The configured delayed registration duration takes effect the next time the application starts.
(Optional) Adjust low-traffic warm-up duration
Enabling graceful start automatically enables this feature with a default warm-up duration of 120 seconds. You can adjust this duration based on your business needs:
-
Follow Step 1 and Step 2 to navigate to the graceful start page, enable the feature, and configure the Kubernetes service readiness probe.
-
Modify the Configuration Information for Graceful Start and Shutdown. Click the arrow to the left of the Graceful Start module to expand its settings. Click Advanced Options. In the Low-traffic Warm-up Duration (s) field, enter a value, and then click OK.
-
If the consumer of the service being warmed up is an MSE cloud native gateway, the low-traffic warm-up configured here will not take effect. Instead, configure the warm-up settings in the MSE cloud native gateway. In the gateway console, click the target gateway instance. In the left-side navigation pane, choose Routes > Services. Find the service and, in the Actions column, click More > Policies. On the Policies tab, under Traffic Management > Load Balancing Configuration, click Edit and adjust the Warm-up Time setting. Note that the gateway's default warm-up QPS curve is linear, which is slightly different from the quadratic curve provided by MSE Microservices Governance, but the practical effect is similar.
-
The adjusted low-traffic warm-up duration will take effect the next time the application starts.
-
The low-traffic warm-up feature works on the consumer side by calculating weights for each provider instance based on their startup times. It then uses a load balancing algorithm to gradually increase traffic to a newly started application. This process helps warm up the service. This also requires the service's consumer to be connected to MSE Microservices Governance.
-
When using the low-traffic warm-up feature for the first time, we recommend using the default warm-up duration. If you observe that the warm-up is ineffective or causes traffic loss, you can then optimize by adjusting this parameter.
-
To ensure a sufficient warm-up, see Best practices for low-traffic warm-up.
Observing graceful start
After applying these configurations, the next time your application starts, you can view the specific start and shutdown times for your instance and its QPS curve on the Graceful Start and Shutdown page.

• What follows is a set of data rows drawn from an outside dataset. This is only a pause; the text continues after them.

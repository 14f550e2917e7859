package api

import (
	"context"
	"net"
	"net/http"
	"time"
)

// HTTPTimeouts bound one HTTP connection of the daemon's server. Read
// covers the request with its body (a recipe), Write the handler and the
// answer, Idle a kept-alive connection between requests. A handler that
// streams for longer (the event stream) lifts its own read and write
// deadlines with http.ResponseController.
type HTTPTimeouts struct {
	ReadHeader, Read, Write, Idle time.Duration
}

// DefaultHTTPTimeouts are the timeouts of `hystd serve` and of the API's
// own Serve.
var DefaultHTTPTimeouts = HTTPTimeouts{ReadHeader: 5 * time.Second, Read: 30 * time.Second, Write: 60 * time.Second, Idle: 120 * time.Second}

// NewHTTPServer returns the server `hystd serve` and api.Serve listen with:
// the timeouts t, headers bounded to 32 KiB, and request contexts derived
// from base and cancelled as soon as Shutdown begins, so that open event
// streams end instead of holding Shutdown up to its deadline. The caller
// serves, shuts down and closes it.
func NewHTTPServer(base context.Context, h http.Handler, t HTTPTimeouts) *http.Server {
	ctx, cancel := context.WithCancel(base)
	srv := &http.Server{
		Handler:           h,
		ReadHeaderTimeout: t.ReadHeader,
		ReadTimeout:       t.Read,
		WriteTimeout:      t.Write,
		IdleTimeout:       t.Idle,
		MaxHeaderBytes:    32 << 10,
		BaseContext:       func(net.Listener) context.Context { return ctx },
	}
	srv.RegisterOnShutdown(cancel)
	return srv
}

Log on to the MSE console, and select a region in the top navigation bar.
In the left-side navigation pane, choose . On the page that appears, click the resource card of the application that you want to manage.

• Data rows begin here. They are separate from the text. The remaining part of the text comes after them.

package api_test

import (
	"context"
	"encoding/json"
	"errors"
	"fmt"
	"io"
	"net/http"
	"net/http/httptest"
	"os"
	"path/filepath"
	"strings"
	"testing"
	"time"

	"github.com/chromedp/chromedp"

	"hystd/acq/api"
	"hystd/acq/record"
	"hystd/acq/reprocess"
	"hystd/acq/store"
)

// reprocessRunner re-processes on a store as the daemon does
// (daemon.Daemon.Reprocess: the body's documents, then reprocess.Run).
type reprocessRunner struct{ st *store.Store }

func (reprocessRunner) Submit(context.Context, string, []byte) (string, error) {
	return "", errors.New("no fixture")
}
func (reprocessRunner) Abort(context.Context, string) error { return errors.New("no fixture") }
func (r reprocessRunner) Reprocess(ctx context.Context, id string, body []byte, by string) (record.Revision, []record.Loop, error) {
	fx, sp, err := reprocess.ParseChange("request body", body)
	if err != nil {
		return record.Revision{}, nil, err
	}
	res, err := reprocess.Run(ctx, r.st, reprocess.Options{RunID: id, Fixture: fx, Specimen: sp, By: by,
		Now: time.Date(2026, 12, 2, 9, 0, 0, 0, time.UTC)})
	return res.Revision, res.Loops, err
}

// v4Server serves a copy of the real schema-4 store (acq/store/testdata/v4.db)
// and returns the run of the magnet specimen HX-002 and that specimen's
// file with twice the area.
func v4Server(t *testing.T) (*httptest.Server, string, string) {
	t.Helper()
	src, err := os.ReadFile("../store/testdata/v4.db")
	if err != nil {
		t.Fatal(err)
	}
	path := filepath.Join(t.TempDir(), "hystd.db")
	if err := os.WriteFile(path, src, 0o600); err != nil {
		t.Fatal(err)
	}
	st, err := store.Open(context.Background(), path)
	if err != nil {
		t.Fatal(err)
	}
	t.Cleanup(func() { st.Close() })
	runs, err := st.Runs(context.Background(), record.RunFilter{Specimen: "HX-002"})
	if err != nil || len(runs) != 1 {
		t.Fatalf("%v %v", runs, err)
	}
	sp, err := os.ReadFile("../store/testdata/v4-source/specimen-magnet.yaml")
	if err != nil {
		t.Fatal(err)
	}
	h, err := api.New(api.Options{Reader: st, Runner: reprocessRunner{st}, Token: browserToken})
	if err != nil {
		t.Fatal(err)
	}
	srv := httptest.NewServer(h)
	t.Cleanup(srv.Close)
	return srv, runs[0].ID, strings.Replace(string(sp), "area_mm2: 50", "area_mm2: 100", 1)
}

func send(t *testing.T, method, url, token, ctype, body string) (int, string) {
	t.Helper()
	req, err := http.NewRequest(method, url, strings.NewReader(body))
	if err != nil {
		t.Fatal(err)
	}
	if token != "" {
		req.Header.Set("Authorization", "Bearer "+token)
	}
	if ctype != "" {
		req.Header.Set("Content-Type", ctype)
	}
	resp, err := http.DefaultClient.Do(req)
	if err != nil {
		t.Fatal(err)
	}
	defer resp.Body.Close()
	b, _ := io.ReadAll(resp.Body)
	return resp.StatusCode, string(b)
}

type runReply struct {
	Run struct {
		Revision  int `json:"revision"`
		Specimen  string
		Revisions []struct {
			N      int    `json:"n"`
			By     string `json:"by"`
			Change string `json:"change"`
		} `json:"revisions"`
	} `json:"run"`
	Loops []struct {
		Figures []struct {
			Name  string  `json:"name"`
			Value float64 `json:"value"`
		} `json:"figures"`
	} `json:"loops"`
}

// TestReprocessAPI: POST /runs/{id}/reprocess needs the token and YAML, and
// refuses a body that is not a specimen or fixture; with a specimen of twice
// the area it stores revision 2 (recorded as made by "shared-token", the shared
// token's name) whose figures that scale with B are half those of revision
// 1, which stays readable: the run, its loops and plots at ?revision=1 and 2.
func TestReprocessAPI(t *testing.T) {
	srv, run, doubled := v4Server(t)
	u := srv.URL + "/api/v1/runs/" + run + "/reprocess"
	for _, c := range []struct {
		token, ctype, body string
		code               int
	}{
		{"", "application/yaml", doubled, http.StatusUnauthorized},
		{browserToken, "text/csv", doubled, http.StatusUnsupportedMediaType},
		{browserToken, "", doubled, http.StatusUnsupportedMediaType},
		{browserToken, "application/yaml", "", http.StatusBadRequest},
		{browserToken, "application/yaml", "kind: recipe\nname: x\n", http.StatusBadRequest},
		{browserToken, "application/yaml", "kind: specimen\nid: [\n", http.StatusBadRequest},
		{browserToken, "application/yaml", doubled + "---\n" + doubled, http.StatusBadRequest},
	} {
		if code, body := send(t, "POST", u, c.token, c.ctype, c.body); code != c.code {
			t.Errorf("token %q type %q body %.30q: %d %s, want %d", c.token, c.ctype, c.body, code, body, c.code)
		}
	}
	if code, body := send(t, "GET", srv.URL+"/api/v1/runs/"+run+"?revision=2", "", "", ""); code != http.StatusNotFound {
		t.Fatalf("revision 2 before any re-process: %d %s", code, body)
	}
	code, body := send(t, "POST", u, browserToken, "application/yaml", doubled)
	if code != http.StatusCreated {
		t.Fatalf("reprocess: %d %s", code, body)
	}
	var rep struct {
		Revision struct {
			N      int    `json:"n"`
			By     string `json:"by"`
			Change string `json:"change"`
		} `json:"revision"`
		Loops []map[string]any `json:"loops"`
	}
	if err := json.Unmarshal([]byte(body), &rep); err != nil || rep.Revision.N != 2 || rep.Revision.By != api.SharedTokenUser ||
		rep.Revision.Change != "specimen.direct.area_mm2: 50 → 100" || len(rep.Loops) != 1 {
		t.Fatalf("reply %s (%v)", body, err)
	}
	get := func(q string) runReply {
		code, body := send(t, "GET", srv.URL+"/api/v1/runs/"+run+q, "", "", "")
		if code != http.StatusOK {
			t.Fatalf("GET run%s: %d %s", q, code, body)
		}
		var r runReply
		if err := json.Unmarshal([]byte(body), &r); err != nil {
			t.Fatal(err)
		}
		return r
	}
	latest, r1, r2 := get(""), get("?revision=1"), get("?revision=2")
	if latest.Run.Revision != 2 || r1.Run.Revision != 1 || len(latest.Run.Revisions) != 2 || latest.Run.Revisions[1].By != api.SharedTokenUser ||
		latest.Run.Revisions[0].By != "bay 3" {
		t.Fatalf("revisions: latest %+v, r1 %+v", latest.Run, r1.Run)
	}
	fig := func(r runReply, name string) float64 {
		for _, f := range r.Loops[0].Figures {
			if f.Name == name {
				return f.Value
			}
		}
		t.Fatalf("no %s", name)
		return 0
	}
	for _, name := range []string{"Br", "Bmax", "BHmax", "loss_j_m3"} {
		if a, b := fig(r1, name), fig(r2, name); b != a/2 || fig(latest, name) != b {
			t.Errorf("%s: revision 1 %v, revision 2 %v, latest %v", name, a, b, fig(latest, name))
		}
	}
	if fig(r1, "HcB") != fig(r2, "HcB") {
		t.Errorf("HcB changed")
	}
	for _, q := range []string{"?revision=1", "?revision=2"} {
		if code, body := send(t, "GET", srv.URL+"/api/v1/runs/"+run+"/loops/1"+q, "", "", ""); code != http.StatusOK || !strings.Contains(body, `"points"`) {
			t.Errorf("loop %s: %d %.100s", q, code, body)
		}
		if code, body := send(t, "GET", srv.URL+"/api/v1/runs/"+run+"/loops/1/plot"+q, "", "", ""); code != http.StatusOK || !strings.Contains(body, "<svg") {
			t.Errorf("plot %s: %d %.100s", q, code, body)
		}
	}
	for _, q := range []string{"?revision=3", "?revision=0", "?revision=x"} {
		if code, _ := send(t, "GET", srv.URL+"/api/v1/runs/"+run+"/loops/1"+q, "", "", ""); code != http.StatusNotFound && code != http.StatusBadRequest {
			t.Errorf("loop %s: %d", q, code)
		}
	}
}

// TestBrowserRevisions: the page lists a re-processed run's revisions and
// switches between them; the figures table follows (Br of revision 1 is
// twice that of revision 2).
func TestBrowserRevisions(t *testing.T) {
	if testing.Short() {
		t.Skip("browser test: skipped with -short")
	}
	chromium := findChromium(t)
	srv, run, doubled := v4Server(t)
	if code, body := send(t, "POST", srv.URL+"/api/v1/runs/"+run+"/reprocess", browserToken, "application/yaml", doubled); code != http.StatusCreated {
		t.Fatalf("reprocess: %d %s", code, body)
	}
	b := newBrowser(t, chromium)
	b.do(chromedp.Navigate(srv.URL + "/"))
	b.wait("run listed", fmt.Sprintf(`!!document.querySelector('#runs-list li[data-run-id=%q]')`, run), 20*time.Second)
	b.do(chromedp.Evaluate[chromedp.Void](fmt.Sprintf(`document.querySelector('#runs-list li[data-run-id=%q]').click()`, run)))
	b.wait("latest revision shown", fmt.Sprintf(`document.body.dataset.revision === %q && document.body.dataset.loop === %q`, run+"@2", run+"#1"), 20*time.Second)
	if n := js[int](b, `document.querySelectorAll('#run-revisions button').length`); n != 2 {
		t.Fatalf("%d revision buttons, want 2", n)
	}
	text := js[string](b, `document.querySelector('#run-revisions').textContent`)
	if !strings.Contains(text, "by "+api.SharedTokenUser+": specimen.direct.area_mm2: 50 → 100") || !strings.Contains(text, "by bay 3: as recorded") {
		t.Errorf("revision list: %q", text)
	}
	br := func() string {
		return js[string](b, `document.querySelector('#figures tr[data-figure="Br"] .vu').textContent`)
	}
	br2 := br()
	b.shot("revisions-latest")
	b.do(chromedp.Evaluate[chromedp.Void](`document.querySelector('#run-revisions button[data-rev="1"]').click()`))
	b.wait("revision 1 shown", fmt.Sprintf(`document.body.dataset.revision === %q && document.body.dataset.loop === %q`, run+"@1", run+"#1"), 20*time.Second)
	br1 := br()
	// GUM-rounded text: 0.723021 ± 0.000084 T and 1.44604 ± 0.00017 T.
	if !strings.HasPrefix(br2, "0.7230") || !strings.HasPrefix(br1, "1.4460") {
		t.Errorf("Br shown: revision 2 %q, revision 1 %q", br2, br1)
	}
	if !js[bool](b, `document.querySelector('#run-revisions button[data-rev="1"]').classList.contains('on')`) {
		t.Error("revision 1 not marked as shown")
	}
	if href := js[string](b, `document.querySelector('#dl-svg').getAttribute('href') || ''`); !strings.Contains(href, "revision=1") {
		t.Errorf("plot link %q does not name revision 1", href)
	}
}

On the application details page, click Traffic management in the left-side navigation pane, and click the Graceful Start/Shutdown tab.
-
On the Start and Shutdown Overview subtab, click an instance on the left. On the right, you can view the QPS changes and related events that occurred during the startup phase.

You will see events such as service registration, warm-up started, and warm-up ended occur in sequence. The 'Kubernetes readiness probe passed' event also occurs after the 'service registration' event. The QPS curve gradually increases to its maximum value during the warm-up duration (default 120s) instead of spiking suddenly. If the event sequence or the QPS curve shape does not meet your expectations during startup, see the FAQ for troubleshooting.
In the example shown in the figure, the application's Kubernetes readiness probe is configured to use the endpoint 55199/readiness, and its minimum ready time (minReadySeconds) is set to 120 seconds, matching the default warm-up duration.